Humanizing Drug Overdoses – A Liberatory Harm Reduction Comic
Humanizing Drug Overdoses in Colorado: A Liberatory Harm Reduction Comic Made with Sex Workers and People Who Use Drugs” in the Journal of American Folklore

Humanizing Drug Overdoses in Colorado – A Liberatory Harm Reduction Comic is a community-engaged arts-based research project exhibited in the Journal of American Folklore a peer-reviewed anthropology publication in the Summer 2025 Global Quarterly Edition.Humanizing Drug Overdoses in Colorado: A Liberatory Harm Reduction Comic Made with Sex Workers and People Who Use Drugs focused on overdose, stigma, Harm Reduction, sex work, and drug user health in Colorado. The project was co-led by Dr. Otañez, Craft, Burges, Talley, and Guerrero and centers Betsy’s overdose survival story through the character Chloe, whose narrative reflects the grief, trauma, survival, and lifesaving knowledge carried by people people who use drugs and sex workers who often serve as first responders in the overdose crisis.
About the method
This comic grew out of the Naloxone Champion project through a community-engaged research partnership with Anthropologist and CU Denver Professor Dr. Marty Otañez. Grounded in arts-based and ethnographic methods, the project uses visual storytelling to document overdose survival, community care, and the sacred knowledge carried by people directly impacted by overdose.
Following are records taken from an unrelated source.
import type { Metadata } from "next";
import Link from "next/link";
import { notFound } from "next/navigation";

import { SupplierEditor } from "@/components/operations/supplier-editor";
import { PageHeader } from "@/components/ui/status";
import { getSupplier } from "@/db/queries/purchasing";
import { getShopSettings } from "@/db/queries/shops";
import { requirePageMember } from "@/lib/auth/member";
import { can } from "@/lib/auth/permissions";
import { formatMoney } from "@/lib/catalog/money";
import { idOrNotFound } from "@/lib/ids";

export const metadata: Metadata = { title: "Supplier" };

/** A supplier: who, where orders go, lead time, and their SKUs and costs for our parts. */
export default async function SupplierPage({ params }: { params: Promise<{ id: string }> }) {
  const m = await requirePageMember("purchasing:read");
  const id = idOrNotFound((await params).id);
  const [s, settings] = await Promise.all([getSupplier(m.shopId, id), getShopSettings(m.shopId)]);
  if (!s) notFound();
  const currency = settings?.settings.currency ?? "USD";
  return (
    <>
      <PageHeader title={`Supplier ${s.name}`}>
        <Link href="/purchasing" className="text-sm text-copper-700 underline">
          Back to purchasing
        </Link>
      </PageHeader>
      {can(m.role, "purchasing:write") ? (
        <SupplierEditor supplier={s} currency={currency} />
      ) : (
        <>
          <dl className="grid gap-2 text-sm sm:grid-cols-2">
            {[
              ["Contact", s.contactName],
              ["Orders e-mail", s.email],
              ["Phone", s.phone],
              ["Lead time", s.leadTimeDays === null ? null : `${s.leadTimeDays} days`],
              ["Notes", s.notes],
            ].map(([k, val]) => (
              <div key={k}>
                <dt className="font-medium text-ink-700">{k}</dt>
                <dd className="break-words text-ink-900">{val || "—"}</dd>
              </div>
            ))}
          </dl>
          <h2 className="mt-6 mb-2 text-lg font-semibold text-ink-900">Their SKUs for our parts</h2>
          {s.parts.length === 0 ? (
            <p className="text-sm text-ink-600">No parts listed for this supplier yet.</p>
          ) : (
            <ul className="divide-y divide-ink-100 rounded-lg border border-ink-200 bg-white text-sm">
              {s.parts.map((p) => (
                <li key={p.partId} className="flex flex-wrap justify-between gap-2 px-4 py-2">
                  <span>
                    {p.sku} — {p.name}
                  </span>
                  <span className="figure text-ink-700">
                    {p.supplierSku}
                    {p.costMinor === null ? "" : ` · ${formatMoney(p.costMinor, currency)}`}
                  </span>
                </li>
              ))}
            </ul>
          )}
        </>
      )}
    </>
  );
}
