/**
 * Vehicle identification numbers (ISO 3779; the check digit of 49 CFR 565.15). A VIN of 1981
 * on is 17 characters of digits and capitals without I, O and Q; one made for North America
 * (first character 1–5) carries a check digit in position 9. Older vehicles carry shorter,
 * maker-specific numbers: 5 to 17 letters and digits.
 */

const TRANSLITERATION: Record<string, number> = {
  A: 1, B: 2, C: 3, D: 4, E: 5, F: 6, G: 7, H: 8,
  J: 1, K: 2, L: 3, M: 4, N: 5, P: 7, R: 9,
  S: 2, T: 3, U: 4, V: 5, W: 6, X: 7, Y: 8, Z: 9,
}; // prettier-ignore
const WEIGHTS = [8, 7, 6, 5, 4, 3, 2, 10, 0, 9, 8, 7, 6, 5, 4, 3, 2];

/** The year from which VINs are the 17-character standard. */
export const VIN_STANDARD_FROM_YEAR = 1981;

/** Spaces and dashes dropped, upper case (what is stored). */
export const normaliseVin = (v: string) => v.replace(/[\s-]/g, "").toUpperCase();

/**
 * The check digit a 17-character VIN should carry in position 9 ("0"–"9" or "X").
 * @example vinCheckDigit("1M8GDM9AXKP042788") // "X"
 */
export function vinCheckDigit(vin: string): string {
  let sum = 0;
  for (let i = 0; i < 17; i++) {
    const c = vin[i]!;
    const value = /\d/.test(c) ? Number(c) : (TRANSLITERATION[c] ?? 0);
    sum += value * WEIGHTS[i]!;
  }
  const r = sum % 11;
  return r === 10 ? "X" : String(r);
}

/**
 * What is wrong with a (normalised) VIN for a vehicle of `year`, or null when it is right.
 * @example vinProblem("1M8GDM9AXKP042788", 1989) // null
 */
export function vinProblem(vin: string, year?: number): string | null {
  if (year !== undefined && year < VIN_STANDARD_FROM_YEAR)
    return /^[A-Z0-9]{5,17}$/.test(vin) ? null : "A VIN before 1981 is 5 to 17 letters and digits";
  if (vin.length !== 17) return `A VIN has 17 characters (this one has ${vin.length})`;
  if (/[IOQ]/.test(vin)) return "A VIN never has the letters I, O or Q";
  if (!/^[A-HJ-NPR-Z0-9]{17}$/.test(vin)) return "A VIN has only letters and digits";
  if (/^[1-5]/.test(vin) && vin[8] !== vinCheckDigit(vin))
    return "That VIN's check digit (the 9th character) does not match: check it for a typo";
  return null;
}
For this project, I chose to share another personal overdose survival story through the character Chloe. The team also worked with artist Ven Talley to create the comic and visuals, translating lived experience into image, dialogue, and narrative — making visible the grief, trauma, stigma, and survival knowledge that often remains outside public health data.
Rather than treating people who use drugs and sex workers as subjects of study, this method positions us as narrators, knowledge-holders and first responders whose expertise is essential to understanding and mitigating the harm of the overdose crisis.